**TASK DATA:**

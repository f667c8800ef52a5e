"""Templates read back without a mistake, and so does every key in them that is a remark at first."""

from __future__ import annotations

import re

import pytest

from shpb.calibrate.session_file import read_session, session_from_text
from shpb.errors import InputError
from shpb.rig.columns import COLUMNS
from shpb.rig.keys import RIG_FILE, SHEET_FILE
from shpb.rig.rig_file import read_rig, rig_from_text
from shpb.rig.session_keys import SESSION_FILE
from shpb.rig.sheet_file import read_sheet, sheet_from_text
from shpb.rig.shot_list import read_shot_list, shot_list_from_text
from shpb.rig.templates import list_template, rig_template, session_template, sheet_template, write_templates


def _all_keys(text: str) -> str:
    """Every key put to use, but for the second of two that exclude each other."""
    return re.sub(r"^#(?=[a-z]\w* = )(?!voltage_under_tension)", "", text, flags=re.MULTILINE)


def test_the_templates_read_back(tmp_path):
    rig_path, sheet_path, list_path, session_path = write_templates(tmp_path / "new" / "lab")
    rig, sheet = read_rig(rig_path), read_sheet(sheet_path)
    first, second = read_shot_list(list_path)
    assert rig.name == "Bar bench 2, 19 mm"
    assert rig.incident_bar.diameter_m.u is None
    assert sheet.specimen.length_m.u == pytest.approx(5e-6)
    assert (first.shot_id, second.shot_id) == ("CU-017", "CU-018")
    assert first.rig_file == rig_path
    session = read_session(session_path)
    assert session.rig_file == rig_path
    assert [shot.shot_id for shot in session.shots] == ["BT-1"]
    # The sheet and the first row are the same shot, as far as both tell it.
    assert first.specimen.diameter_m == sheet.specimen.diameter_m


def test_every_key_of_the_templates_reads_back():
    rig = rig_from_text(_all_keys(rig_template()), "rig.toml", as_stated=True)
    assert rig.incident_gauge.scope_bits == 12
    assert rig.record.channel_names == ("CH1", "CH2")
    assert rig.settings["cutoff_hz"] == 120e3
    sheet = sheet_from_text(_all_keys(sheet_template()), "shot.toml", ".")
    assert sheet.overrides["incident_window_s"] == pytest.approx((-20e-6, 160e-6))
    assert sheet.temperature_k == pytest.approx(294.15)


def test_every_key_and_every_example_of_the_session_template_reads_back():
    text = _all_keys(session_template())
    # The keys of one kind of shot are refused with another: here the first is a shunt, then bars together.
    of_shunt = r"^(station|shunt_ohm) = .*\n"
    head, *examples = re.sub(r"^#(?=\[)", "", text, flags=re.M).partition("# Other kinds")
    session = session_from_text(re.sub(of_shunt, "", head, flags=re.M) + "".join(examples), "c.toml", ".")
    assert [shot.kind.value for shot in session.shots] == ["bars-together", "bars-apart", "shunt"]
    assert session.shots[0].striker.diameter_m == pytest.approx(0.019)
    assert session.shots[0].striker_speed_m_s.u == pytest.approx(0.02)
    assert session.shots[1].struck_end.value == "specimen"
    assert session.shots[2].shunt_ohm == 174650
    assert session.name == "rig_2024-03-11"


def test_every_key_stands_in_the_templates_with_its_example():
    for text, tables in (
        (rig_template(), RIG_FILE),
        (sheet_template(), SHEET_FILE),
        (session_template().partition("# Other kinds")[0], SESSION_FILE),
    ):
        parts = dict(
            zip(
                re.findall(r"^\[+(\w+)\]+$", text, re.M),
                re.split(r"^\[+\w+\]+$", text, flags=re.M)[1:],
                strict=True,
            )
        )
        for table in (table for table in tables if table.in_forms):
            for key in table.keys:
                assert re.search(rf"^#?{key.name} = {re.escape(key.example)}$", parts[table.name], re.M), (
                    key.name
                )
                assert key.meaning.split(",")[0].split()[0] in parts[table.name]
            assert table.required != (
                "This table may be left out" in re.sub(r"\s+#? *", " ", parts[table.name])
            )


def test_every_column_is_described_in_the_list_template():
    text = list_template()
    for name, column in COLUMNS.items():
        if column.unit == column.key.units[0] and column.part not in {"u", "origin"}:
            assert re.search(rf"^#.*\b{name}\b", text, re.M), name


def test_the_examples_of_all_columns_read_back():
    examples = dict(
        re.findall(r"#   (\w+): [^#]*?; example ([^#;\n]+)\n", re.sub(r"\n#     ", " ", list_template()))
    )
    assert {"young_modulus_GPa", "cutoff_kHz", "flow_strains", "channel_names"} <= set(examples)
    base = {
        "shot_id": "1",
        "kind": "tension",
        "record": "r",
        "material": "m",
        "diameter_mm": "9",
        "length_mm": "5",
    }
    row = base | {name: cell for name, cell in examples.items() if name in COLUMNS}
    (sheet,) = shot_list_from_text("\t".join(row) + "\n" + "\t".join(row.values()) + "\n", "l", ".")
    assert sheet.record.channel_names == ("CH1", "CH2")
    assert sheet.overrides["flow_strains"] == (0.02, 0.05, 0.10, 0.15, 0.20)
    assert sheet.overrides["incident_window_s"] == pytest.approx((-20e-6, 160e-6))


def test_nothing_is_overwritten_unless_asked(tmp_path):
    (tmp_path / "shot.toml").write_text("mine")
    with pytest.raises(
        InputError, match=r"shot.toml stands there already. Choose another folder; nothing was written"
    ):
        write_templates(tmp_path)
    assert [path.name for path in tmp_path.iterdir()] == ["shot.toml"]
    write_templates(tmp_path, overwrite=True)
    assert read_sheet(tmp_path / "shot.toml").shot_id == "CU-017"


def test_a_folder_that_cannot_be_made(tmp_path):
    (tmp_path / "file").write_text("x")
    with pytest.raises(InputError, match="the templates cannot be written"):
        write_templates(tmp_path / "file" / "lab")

--

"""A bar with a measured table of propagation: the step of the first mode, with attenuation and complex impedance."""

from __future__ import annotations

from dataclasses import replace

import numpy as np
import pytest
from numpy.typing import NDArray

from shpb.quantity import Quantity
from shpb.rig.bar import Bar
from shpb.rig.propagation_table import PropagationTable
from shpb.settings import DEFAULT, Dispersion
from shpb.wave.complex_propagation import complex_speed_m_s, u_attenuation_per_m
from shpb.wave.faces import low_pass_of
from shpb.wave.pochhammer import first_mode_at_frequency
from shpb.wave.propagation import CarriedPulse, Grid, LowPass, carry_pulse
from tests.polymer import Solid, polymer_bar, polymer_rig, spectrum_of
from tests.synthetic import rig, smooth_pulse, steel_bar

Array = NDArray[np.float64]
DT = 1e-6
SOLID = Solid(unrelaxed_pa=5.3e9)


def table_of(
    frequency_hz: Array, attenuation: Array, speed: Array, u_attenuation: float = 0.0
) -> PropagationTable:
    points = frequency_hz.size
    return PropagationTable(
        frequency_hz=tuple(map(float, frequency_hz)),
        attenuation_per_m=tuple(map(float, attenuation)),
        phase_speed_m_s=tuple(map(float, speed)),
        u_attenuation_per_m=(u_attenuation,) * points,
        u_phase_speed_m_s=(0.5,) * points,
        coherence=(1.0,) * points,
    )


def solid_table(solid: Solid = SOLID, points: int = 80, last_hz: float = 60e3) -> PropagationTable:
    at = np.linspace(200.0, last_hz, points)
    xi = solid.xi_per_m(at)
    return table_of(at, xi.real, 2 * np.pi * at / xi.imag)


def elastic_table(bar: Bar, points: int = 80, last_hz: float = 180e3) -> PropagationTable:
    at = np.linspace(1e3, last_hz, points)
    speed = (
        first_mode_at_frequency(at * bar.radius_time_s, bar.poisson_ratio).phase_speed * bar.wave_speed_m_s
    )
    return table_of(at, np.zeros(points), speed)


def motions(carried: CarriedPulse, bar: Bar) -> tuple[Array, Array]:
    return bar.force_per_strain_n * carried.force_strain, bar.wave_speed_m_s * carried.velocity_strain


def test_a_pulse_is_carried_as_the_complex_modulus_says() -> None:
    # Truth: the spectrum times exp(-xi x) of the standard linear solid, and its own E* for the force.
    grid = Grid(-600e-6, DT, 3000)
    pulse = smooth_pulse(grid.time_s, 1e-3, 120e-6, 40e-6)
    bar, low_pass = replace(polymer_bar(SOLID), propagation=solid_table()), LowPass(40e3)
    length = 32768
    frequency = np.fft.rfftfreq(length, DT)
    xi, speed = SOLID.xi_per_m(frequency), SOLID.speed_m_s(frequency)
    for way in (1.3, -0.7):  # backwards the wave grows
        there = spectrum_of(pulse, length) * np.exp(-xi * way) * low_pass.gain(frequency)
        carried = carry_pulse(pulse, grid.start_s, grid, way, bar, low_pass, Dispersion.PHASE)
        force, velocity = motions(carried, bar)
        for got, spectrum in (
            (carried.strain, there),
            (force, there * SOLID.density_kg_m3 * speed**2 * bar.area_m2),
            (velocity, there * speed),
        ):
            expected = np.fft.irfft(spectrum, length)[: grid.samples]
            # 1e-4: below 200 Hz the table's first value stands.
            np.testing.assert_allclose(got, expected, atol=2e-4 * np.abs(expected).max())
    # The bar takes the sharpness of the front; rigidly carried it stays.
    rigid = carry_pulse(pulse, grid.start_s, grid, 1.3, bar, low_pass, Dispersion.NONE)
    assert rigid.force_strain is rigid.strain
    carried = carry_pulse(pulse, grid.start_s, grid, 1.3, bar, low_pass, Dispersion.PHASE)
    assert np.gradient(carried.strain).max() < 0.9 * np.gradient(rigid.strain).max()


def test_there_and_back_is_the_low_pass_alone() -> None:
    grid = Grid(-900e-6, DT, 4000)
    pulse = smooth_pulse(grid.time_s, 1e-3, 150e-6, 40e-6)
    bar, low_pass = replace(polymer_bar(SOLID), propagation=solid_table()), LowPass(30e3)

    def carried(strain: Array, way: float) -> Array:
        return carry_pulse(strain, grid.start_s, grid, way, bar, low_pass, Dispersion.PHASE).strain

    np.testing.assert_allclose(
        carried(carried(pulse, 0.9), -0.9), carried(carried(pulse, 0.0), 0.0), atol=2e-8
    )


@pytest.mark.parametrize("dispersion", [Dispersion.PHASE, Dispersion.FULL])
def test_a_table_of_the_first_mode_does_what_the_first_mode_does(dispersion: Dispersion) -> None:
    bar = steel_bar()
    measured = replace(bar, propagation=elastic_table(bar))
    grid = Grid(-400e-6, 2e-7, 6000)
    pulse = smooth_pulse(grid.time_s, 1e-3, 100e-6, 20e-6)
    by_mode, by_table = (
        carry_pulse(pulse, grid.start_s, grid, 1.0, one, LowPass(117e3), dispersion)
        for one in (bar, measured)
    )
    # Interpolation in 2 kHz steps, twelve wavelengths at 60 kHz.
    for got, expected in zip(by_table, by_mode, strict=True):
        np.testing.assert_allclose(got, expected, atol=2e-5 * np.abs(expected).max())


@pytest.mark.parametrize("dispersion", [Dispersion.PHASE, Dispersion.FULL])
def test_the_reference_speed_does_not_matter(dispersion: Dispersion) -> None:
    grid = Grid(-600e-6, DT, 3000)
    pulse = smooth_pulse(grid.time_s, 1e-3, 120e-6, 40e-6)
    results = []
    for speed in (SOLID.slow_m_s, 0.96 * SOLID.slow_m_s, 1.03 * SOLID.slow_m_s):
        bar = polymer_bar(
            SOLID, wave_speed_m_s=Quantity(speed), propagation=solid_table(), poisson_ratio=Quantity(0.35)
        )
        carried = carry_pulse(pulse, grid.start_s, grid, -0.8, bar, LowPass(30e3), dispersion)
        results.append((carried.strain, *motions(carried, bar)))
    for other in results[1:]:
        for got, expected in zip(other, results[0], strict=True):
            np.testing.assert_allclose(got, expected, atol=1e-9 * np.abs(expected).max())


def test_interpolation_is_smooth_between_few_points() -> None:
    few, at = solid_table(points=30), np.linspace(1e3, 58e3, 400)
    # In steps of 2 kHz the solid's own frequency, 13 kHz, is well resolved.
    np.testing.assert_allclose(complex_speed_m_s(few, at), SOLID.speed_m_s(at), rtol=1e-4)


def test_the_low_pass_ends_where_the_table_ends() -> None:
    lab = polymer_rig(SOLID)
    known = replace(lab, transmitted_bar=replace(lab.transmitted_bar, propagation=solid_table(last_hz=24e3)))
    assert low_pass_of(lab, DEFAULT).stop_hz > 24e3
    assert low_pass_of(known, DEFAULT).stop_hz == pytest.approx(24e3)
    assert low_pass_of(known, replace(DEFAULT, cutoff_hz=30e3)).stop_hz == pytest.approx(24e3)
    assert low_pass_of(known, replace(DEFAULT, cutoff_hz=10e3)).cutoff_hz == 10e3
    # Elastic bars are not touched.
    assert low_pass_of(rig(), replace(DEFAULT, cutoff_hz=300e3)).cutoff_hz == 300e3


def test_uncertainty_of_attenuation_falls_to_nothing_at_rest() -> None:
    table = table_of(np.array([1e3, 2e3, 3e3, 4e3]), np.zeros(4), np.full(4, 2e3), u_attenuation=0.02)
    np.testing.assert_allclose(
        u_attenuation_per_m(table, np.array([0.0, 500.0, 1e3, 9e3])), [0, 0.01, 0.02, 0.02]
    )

**TASK DETAILS:**
Look through the material and report how many of its lines hold the string "tuple", giving the number only.

**REPLY TO THE EXERCISE:**
4